PROMPT: Your result should be the lines holding the word "join", copied from the entries below.

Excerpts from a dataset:
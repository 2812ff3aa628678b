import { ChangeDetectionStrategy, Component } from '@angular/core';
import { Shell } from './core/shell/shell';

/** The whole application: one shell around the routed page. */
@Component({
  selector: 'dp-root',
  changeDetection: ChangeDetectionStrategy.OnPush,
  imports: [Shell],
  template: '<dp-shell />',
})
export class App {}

--

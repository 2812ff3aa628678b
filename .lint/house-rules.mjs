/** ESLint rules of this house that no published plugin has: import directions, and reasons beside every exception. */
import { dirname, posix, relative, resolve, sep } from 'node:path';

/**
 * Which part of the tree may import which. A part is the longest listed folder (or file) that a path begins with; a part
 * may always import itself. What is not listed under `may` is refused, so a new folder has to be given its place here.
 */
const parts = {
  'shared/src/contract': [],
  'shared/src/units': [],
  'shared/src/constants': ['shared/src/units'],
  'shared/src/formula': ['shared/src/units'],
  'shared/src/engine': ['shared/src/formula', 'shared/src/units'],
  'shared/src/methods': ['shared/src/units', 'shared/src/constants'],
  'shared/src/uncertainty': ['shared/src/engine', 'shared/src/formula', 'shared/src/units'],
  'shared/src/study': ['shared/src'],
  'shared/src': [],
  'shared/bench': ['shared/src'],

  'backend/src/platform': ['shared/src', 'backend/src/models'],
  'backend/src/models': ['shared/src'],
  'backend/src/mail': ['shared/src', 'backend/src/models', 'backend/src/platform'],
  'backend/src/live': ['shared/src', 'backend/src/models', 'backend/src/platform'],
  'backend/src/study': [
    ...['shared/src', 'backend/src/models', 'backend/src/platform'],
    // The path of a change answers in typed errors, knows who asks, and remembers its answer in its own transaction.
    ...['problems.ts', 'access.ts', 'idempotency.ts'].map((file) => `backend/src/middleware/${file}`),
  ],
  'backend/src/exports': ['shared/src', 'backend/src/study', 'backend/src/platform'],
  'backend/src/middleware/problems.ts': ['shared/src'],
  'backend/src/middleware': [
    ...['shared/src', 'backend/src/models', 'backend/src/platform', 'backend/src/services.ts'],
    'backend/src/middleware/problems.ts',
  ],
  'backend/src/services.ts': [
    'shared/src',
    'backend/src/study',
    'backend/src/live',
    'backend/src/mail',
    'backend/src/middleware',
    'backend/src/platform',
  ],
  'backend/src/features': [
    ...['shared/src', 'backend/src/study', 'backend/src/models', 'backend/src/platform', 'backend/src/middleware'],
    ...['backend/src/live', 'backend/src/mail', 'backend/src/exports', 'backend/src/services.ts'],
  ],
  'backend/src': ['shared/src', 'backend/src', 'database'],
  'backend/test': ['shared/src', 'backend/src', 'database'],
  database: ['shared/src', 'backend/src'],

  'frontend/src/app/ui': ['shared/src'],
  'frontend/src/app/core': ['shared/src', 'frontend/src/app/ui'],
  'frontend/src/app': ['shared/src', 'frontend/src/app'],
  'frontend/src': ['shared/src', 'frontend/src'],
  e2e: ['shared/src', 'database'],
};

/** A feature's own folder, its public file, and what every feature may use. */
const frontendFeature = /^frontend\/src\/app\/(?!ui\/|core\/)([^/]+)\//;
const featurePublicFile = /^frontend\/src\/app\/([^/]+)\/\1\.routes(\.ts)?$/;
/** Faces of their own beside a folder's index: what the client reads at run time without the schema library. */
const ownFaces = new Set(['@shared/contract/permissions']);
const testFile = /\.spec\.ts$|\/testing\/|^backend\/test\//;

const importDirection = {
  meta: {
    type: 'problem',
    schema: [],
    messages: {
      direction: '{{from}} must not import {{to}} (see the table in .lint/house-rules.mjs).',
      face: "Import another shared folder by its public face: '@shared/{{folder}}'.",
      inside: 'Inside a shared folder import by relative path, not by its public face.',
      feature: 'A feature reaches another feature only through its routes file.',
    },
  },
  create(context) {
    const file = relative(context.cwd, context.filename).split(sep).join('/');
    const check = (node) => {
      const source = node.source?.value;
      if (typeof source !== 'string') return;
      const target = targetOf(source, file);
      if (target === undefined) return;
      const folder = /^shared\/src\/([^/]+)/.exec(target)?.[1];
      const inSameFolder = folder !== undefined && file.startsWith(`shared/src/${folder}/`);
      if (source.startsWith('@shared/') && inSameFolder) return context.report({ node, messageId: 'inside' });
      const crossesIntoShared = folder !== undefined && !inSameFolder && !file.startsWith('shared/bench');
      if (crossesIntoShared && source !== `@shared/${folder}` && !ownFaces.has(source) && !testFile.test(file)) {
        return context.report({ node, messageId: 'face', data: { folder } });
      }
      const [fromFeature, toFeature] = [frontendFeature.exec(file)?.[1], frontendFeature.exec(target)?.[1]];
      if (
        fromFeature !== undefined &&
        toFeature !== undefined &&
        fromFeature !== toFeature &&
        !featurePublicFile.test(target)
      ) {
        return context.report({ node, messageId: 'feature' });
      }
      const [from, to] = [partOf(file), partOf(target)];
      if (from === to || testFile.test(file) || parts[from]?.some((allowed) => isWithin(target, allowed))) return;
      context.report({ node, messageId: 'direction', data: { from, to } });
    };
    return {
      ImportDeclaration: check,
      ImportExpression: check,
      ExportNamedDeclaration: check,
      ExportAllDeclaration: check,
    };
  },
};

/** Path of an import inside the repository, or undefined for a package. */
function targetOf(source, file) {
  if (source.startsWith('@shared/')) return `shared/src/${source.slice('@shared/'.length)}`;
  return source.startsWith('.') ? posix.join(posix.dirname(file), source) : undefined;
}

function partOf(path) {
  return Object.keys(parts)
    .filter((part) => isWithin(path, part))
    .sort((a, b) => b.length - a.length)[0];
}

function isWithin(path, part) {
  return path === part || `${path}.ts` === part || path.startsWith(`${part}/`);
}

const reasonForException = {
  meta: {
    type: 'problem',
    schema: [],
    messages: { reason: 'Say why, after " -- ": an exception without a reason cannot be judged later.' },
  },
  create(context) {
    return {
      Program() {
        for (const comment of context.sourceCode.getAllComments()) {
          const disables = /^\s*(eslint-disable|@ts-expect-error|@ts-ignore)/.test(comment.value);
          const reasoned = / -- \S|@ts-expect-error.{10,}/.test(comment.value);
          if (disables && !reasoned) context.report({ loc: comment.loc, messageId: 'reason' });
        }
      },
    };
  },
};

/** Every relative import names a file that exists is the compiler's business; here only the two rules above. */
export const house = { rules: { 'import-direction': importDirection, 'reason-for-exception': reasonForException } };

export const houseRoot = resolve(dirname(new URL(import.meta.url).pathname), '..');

RESULT OF THIS EXERCISE:
    const file = relative(context.cwd, context.filename).split(sep).join('/');
  return source.startsWith('.') ? posix.join(posix.dirname(file), source) : undefined;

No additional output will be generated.